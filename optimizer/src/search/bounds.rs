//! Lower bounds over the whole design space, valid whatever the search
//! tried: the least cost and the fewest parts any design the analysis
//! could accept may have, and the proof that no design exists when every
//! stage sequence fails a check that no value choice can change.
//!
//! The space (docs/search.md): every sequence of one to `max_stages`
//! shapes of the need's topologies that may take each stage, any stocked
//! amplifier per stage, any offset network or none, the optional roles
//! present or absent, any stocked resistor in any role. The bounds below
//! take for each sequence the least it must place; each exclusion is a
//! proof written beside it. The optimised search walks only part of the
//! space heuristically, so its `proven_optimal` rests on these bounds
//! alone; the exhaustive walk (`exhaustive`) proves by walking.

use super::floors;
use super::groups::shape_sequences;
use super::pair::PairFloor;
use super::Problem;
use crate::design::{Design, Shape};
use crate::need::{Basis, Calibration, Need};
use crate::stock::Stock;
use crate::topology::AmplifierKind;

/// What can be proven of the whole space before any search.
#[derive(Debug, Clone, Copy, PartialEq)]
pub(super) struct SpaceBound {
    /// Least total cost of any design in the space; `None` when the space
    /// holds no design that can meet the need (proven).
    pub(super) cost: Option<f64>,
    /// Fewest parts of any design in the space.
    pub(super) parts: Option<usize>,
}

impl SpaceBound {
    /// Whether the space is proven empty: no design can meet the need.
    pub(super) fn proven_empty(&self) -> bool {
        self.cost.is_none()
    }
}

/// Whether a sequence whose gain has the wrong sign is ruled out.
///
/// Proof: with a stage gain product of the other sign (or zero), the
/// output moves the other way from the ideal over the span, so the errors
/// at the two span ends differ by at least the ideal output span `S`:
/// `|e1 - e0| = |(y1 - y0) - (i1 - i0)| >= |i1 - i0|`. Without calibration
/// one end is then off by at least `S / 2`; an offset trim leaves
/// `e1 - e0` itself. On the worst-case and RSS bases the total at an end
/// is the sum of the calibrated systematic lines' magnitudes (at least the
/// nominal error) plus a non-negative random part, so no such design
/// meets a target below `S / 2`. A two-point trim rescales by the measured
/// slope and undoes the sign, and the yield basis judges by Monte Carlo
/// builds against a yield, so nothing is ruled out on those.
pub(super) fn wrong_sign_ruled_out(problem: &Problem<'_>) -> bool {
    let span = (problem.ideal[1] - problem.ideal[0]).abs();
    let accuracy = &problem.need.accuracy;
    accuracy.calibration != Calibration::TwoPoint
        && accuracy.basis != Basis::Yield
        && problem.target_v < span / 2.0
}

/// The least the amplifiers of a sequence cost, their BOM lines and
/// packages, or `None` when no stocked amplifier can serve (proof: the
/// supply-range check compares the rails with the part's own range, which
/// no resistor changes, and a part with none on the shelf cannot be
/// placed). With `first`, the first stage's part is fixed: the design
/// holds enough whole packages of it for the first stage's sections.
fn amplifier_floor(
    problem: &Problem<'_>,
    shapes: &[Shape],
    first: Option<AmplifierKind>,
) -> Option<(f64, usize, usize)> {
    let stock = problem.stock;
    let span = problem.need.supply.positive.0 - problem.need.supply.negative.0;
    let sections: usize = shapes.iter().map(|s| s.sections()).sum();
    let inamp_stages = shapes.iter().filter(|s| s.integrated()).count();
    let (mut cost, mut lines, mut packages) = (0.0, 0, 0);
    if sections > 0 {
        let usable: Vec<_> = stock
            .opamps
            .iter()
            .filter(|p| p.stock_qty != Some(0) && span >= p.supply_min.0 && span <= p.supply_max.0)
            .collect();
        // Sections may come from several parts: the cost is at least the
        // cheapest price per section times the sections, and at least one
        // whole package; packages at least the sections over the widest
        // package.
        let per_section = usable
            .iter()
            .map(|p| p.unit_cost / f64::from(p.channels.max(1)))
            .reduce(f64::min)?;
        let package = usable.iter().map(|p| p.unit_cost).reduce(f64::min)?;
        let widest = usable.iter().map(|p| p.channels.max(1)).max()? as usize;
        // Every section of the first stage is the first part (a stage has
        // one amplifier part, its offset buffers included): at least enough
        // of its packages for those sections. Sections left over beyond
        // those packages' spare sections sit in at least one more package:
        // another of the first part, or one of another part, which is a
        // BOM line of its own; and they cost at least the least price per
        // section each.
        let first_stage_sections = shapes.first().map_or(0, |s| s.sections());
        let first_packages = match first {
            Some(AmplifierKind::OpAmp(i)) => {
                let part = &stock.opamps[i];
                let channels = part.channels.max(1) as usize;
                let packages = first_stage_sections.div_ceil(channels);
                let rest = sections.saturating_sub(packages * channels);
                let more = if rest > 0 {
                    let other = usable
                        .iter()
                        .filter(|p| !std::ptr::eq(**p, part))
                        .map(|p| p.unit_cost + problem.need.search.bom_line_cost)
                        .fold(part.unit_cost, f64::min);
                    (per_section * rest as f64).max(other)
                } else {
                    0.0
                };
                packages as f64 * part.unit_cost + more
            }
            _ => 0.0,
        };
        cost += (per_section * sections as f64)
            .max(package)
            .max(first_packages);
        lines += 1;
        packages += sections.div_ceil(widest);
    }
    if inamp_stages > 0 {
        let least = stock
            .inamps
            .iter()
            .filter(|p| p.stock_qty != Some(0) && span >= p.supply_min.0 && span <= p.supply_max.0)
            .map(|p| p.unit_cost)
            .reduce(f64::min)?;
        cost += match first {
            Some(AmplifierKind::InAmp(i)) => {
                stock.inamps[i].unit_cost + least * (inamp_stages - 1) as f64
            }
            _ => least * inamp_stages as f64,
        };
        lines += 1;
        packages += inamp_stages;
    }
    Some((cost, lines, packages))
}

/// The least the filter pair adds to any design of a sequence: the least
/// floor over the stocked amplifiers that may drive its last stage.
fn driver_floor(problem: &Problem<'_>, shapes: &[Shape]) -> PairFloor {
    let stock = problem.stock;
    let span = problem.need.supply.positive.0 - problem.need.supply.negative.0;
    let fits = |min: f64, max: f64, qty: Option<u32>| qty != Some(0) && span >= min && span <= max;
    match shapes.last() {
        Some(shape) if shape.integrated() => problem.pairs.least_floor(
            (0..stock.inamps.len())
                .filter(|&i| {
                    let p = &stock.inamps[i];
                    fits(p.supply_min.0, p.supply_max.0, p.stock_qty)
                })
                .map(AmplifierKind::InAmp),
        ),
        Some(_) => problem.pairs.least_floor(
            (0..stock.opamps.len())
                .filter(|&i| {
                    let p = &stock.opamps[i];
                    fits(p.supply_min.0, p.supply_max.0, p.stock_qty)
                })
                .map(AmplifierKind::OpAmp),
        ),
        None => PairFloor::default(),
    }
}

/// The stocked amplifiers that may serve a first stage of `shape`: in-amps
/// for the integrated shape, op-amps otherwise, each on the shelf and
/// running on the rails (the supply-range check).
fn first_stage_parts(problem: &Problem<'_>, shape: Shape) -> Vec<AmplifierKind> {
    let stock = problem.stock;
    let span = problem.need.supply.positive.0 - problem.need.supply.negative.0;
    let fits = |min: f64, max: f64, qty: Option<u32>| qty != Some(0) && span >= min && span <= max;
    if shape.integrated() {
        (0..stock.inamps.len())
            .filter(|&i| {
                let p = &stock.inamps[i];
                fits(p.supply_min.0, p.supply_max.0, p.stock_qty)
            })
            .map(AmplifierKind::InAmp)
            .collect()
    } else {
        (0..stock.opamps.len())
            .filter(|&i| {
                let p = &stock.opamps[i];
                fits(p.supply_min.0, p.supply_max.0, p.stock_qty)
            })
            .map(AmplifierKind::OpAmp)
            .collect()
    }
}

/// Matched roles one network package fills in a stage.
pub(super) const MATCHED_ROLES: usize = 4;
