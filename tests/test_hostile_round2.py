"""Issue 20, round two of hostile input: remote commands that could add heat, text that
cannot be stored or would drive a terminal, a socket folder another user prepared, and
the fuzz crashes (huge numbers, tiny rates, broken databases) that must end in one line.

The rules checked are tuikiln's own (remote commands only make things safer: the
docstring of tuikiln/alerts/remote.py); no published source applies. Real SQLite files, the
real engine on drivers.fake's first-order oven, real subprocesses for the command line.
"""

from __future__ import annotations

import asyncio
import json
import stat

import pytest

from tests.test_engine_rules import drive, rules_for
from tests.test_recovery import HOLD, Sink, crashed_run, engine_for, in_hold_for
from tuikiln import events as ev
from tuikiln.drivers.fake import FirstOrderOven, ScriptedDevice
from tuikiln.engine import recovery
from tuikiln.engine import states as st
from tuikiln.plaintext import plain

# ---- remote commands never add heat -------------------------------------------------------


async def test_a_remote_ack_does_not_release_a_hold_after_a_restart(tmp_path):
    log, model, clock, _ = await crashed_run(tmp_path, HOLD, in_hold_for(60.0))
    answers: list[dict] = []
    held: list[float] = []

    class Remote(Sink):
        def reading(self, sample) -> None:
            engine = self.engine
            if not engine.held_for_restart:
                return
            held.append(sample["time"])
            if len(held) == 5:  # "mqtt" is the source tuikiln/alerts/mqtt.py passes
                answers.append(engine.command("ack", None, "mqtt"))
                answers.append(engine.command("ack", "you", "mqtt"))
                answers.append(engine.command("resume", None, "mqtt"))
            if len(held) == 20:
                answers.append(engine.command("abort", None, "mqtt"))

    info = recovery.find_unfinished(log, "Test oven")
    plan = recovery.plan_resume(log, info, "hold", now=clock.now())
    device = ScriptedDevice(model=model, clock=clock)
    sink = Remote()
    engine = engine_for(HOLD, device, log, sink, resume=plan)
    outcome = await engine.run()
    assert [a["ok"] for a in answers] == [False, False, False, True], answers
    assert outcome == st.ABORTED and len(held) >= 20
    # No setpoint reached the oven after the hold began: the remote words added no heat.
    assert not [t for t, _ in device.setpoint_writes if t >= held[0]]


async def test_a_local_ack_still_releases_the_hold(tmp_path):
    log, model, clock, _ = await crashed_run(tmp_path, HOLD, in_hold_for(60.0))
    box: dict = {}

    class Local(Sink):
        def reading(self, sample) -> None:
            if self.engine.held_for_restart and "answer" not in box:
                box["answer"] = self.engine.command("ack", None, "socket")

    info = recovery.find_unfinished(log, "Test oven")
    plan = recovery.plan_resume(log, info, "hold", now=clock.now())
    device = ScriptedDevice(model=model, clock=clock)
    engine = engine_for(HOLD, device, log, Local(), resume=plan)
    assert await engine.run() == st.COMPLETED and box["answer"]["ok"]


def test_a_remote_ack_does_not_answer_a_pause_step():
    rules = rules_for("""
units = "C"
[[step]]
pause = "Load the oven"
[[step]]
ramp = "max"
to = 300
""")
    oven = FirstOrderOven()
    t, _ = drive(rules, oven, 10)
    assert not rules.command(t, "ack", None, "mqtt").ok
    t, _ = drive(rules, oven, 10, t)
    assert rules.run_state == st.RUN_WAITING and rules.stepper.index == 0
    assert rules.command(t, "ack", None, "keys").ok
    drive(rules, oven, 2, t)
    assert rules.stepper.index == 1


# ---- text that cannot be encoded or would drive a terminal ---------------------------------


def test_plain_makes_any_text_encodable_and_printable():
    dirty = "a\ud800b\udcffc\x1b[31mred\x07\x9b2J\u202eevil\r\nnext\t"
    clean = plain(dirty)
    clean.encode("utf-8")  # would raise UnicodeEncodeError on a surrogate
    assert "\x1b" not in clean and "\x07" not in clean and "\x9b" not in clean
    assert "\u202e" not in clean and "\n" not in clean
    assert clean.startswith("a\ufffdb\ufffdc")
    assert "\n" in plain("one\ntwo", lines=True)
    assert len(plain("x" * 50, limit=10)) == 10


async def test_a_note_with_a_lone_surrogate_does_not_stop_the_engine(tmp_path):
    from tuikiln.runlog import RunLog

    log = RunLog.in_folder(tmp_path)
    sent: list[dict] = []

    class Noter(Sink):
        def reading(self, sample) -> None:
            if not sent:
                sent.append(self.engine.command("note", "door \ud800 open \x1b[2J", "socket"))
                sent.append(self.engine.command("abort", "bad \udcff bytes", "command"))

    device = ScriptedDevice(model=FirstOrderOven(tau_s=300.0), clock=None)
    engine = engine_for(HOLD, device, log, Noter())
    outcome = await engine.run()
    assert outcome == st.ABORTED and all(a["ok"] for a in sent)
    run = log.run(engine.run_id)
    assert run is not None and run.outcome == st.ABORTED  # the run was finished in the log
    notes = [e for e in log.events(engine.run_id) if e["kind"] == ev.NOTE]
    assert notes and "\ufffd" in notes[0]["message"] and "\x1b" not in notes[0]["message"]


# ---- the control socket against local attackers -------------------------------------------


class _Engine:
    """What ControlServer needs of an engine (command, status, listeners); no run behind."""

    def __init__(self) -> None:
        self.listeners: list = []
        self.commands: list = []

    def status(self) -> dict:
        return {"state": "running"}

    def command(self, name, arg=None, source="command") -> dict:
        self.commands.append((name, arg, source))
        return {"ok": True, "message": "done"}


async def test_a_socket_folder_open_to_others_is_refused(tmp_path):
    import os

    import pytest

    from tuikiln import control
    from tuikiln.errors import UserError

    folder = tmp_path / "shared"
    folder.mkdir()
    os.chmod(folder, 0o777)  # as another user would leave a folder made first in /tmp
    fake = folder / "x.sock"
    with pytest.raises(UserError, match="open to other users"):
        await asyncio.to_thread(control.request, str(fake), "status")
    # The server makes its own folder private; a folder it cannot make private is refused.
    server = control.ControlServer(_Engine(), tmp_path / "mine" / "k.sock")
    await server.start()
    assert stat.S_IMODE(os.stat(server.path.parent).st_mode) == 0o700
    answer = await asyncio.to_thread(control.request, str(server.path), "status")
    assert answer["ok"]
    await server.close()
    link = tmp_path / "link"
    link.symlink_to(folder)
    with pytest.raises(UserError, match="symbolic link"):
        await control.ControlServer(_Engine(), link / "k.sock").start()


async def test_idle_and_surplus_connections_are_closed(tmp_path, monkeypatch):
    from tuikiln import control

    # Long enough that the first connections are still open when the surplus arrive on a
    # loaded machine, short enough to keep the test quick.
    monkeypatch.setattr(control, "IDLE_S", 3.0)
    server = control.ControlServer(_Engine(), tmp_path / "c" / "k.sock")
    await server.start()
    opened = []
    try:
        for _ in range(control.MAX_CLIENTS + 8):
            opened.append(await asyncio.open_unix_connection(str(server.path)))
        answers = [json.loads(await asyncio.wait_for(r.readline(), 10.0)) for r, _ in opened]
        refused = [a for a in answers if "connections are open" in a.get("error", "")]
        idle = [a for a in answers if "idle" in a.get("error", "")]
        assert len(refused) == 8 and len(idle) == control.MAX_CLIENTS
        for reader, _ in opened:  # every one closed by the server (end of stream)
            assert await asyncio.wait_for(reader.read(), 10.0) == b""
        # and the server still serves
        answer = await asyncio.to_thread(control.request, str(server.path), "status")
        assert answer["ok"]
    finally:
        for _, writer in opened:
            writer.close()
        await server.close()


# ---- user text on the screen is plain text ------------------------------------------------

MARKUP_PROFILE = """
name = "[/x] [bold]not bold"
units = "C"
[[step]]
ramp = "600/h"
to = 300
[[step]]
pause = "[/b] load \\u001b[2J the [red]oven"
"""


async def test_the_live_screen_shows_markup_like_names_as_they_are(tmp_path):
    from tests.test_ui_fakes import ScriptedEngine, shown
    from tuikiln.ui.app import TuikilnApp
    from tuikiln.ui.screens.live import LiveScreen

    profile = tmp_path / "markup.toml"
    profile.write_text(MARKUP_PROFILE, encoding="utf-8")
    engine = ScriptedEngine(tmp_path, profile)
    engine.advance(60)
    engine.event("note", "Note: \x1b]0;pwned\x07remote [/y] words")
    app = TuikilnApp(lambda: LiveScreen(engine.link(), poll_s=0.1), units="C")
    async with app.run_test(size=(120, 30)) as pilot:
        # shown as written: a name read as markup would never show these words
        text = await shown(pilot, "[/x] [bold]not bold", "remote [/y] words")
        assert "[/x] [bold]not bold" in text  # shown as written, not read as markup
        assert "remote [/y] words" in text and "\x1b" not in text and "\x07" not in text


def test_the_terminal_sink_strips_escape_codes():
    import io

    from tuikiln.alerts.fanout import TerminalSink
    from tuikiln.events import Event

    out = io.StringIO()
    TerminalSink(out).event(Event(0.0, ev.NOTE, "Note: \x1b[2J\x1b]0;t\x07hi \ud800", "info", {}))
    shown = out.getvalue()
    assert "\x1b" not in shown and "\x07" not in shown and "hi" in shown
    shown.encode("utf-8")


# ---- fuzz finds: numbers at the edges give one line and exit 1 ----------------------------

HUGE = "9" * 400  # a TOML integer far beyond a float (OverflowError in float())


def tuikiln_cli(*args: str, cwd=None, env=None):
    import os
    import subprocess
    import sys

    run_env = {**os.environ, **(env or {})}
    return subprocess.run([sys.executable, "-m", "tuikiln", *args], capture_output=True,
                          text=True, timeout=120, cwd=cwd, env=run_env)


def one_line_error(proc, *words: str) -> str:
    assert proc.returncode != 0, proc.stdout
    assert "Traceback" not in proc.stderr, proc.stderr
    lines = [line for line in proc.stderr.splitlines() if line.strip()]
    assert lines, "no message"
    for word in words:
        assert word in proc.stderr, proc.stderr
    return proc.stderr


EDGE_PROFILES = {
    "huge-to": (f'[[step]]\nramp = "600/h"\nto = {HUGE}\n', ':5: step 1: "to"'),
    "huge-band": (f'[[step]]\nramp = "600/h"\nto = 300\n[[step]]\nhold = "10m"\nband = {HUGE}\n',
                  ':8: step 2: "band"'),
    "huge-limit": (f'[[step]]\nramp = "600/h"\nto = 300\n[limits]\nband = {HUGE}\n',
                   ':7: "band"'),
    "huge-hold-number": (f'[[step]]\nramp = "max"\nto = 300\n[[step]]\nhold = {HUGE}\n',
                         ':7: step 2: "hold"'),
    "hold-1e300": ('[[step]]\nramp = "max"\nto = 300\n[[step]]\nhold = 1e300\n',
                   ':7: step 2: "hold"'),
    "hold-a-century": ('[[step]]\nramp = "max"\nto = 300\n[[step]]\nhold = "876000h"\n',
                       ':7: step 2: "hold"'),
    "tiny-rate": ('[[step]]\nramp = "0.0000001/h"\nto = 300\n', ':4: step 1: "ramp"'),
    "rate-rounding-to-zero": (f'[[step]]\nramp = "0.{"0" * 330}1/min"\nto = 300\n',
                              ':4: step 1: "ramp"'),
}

—————

● **REQUIRED WORK**
Start with the first line. Please copy exactly each line of the listing through the one with "meet the need.", including it.

● **RESPONSE TO THIS TASK**
filename optimizer/src/search/bounds.rs
//! Lower bounds over the whole design space, valid whatever the search
//! tried: the least cost and the fewest parts any design the analysis
//! could accept may have, and the proof that no design exists when every
//! stage sequence fails a check that no value choice can change.
//!
//! The space (docs/search.md): every sequence of one to `max_stages`
//! shapes of the need's topologies that may take each stage, any stocked
//! amplifier per stage, any offset network or none, the optional roles
//! present or absent, any stocked resistor in any role. The bounds below
//! take for each sequence the least it must place; each exclusion is a
//! proof written beside it. The optimised search walks only part of the
//! space heuristically, so its `proven_optimal` rests on these bounds
//! alone; the exhaustive walk (`exhaustive`) proves by walking.

use super::floors;
use super::groups::shape_sequences;
use super::pair::PairFloor;
use super::Problem;
use crate::design::{Design, Shape};
use crate::need::{Basis, Calibration, Need};
use crate::stock::Stock;
use crate::topology::AmplifierKind;

/// What can be proven of the whole space before any search.
#[derive(Debug, Clone, Copy, PartialEq)]
pub(super) struct SpaceBound {
    /// Least total cost of any design in the space; `None` when the space
    /// holds no design that can meet the need (proven).
    pub(super) cost: Option<f64>,
    /// Fewest parts of any design in the space.
    pub(super) parts: Option<usize>,
}

impl SpaceBound {
    /// Whether the space is proven empty: no design can meet the need.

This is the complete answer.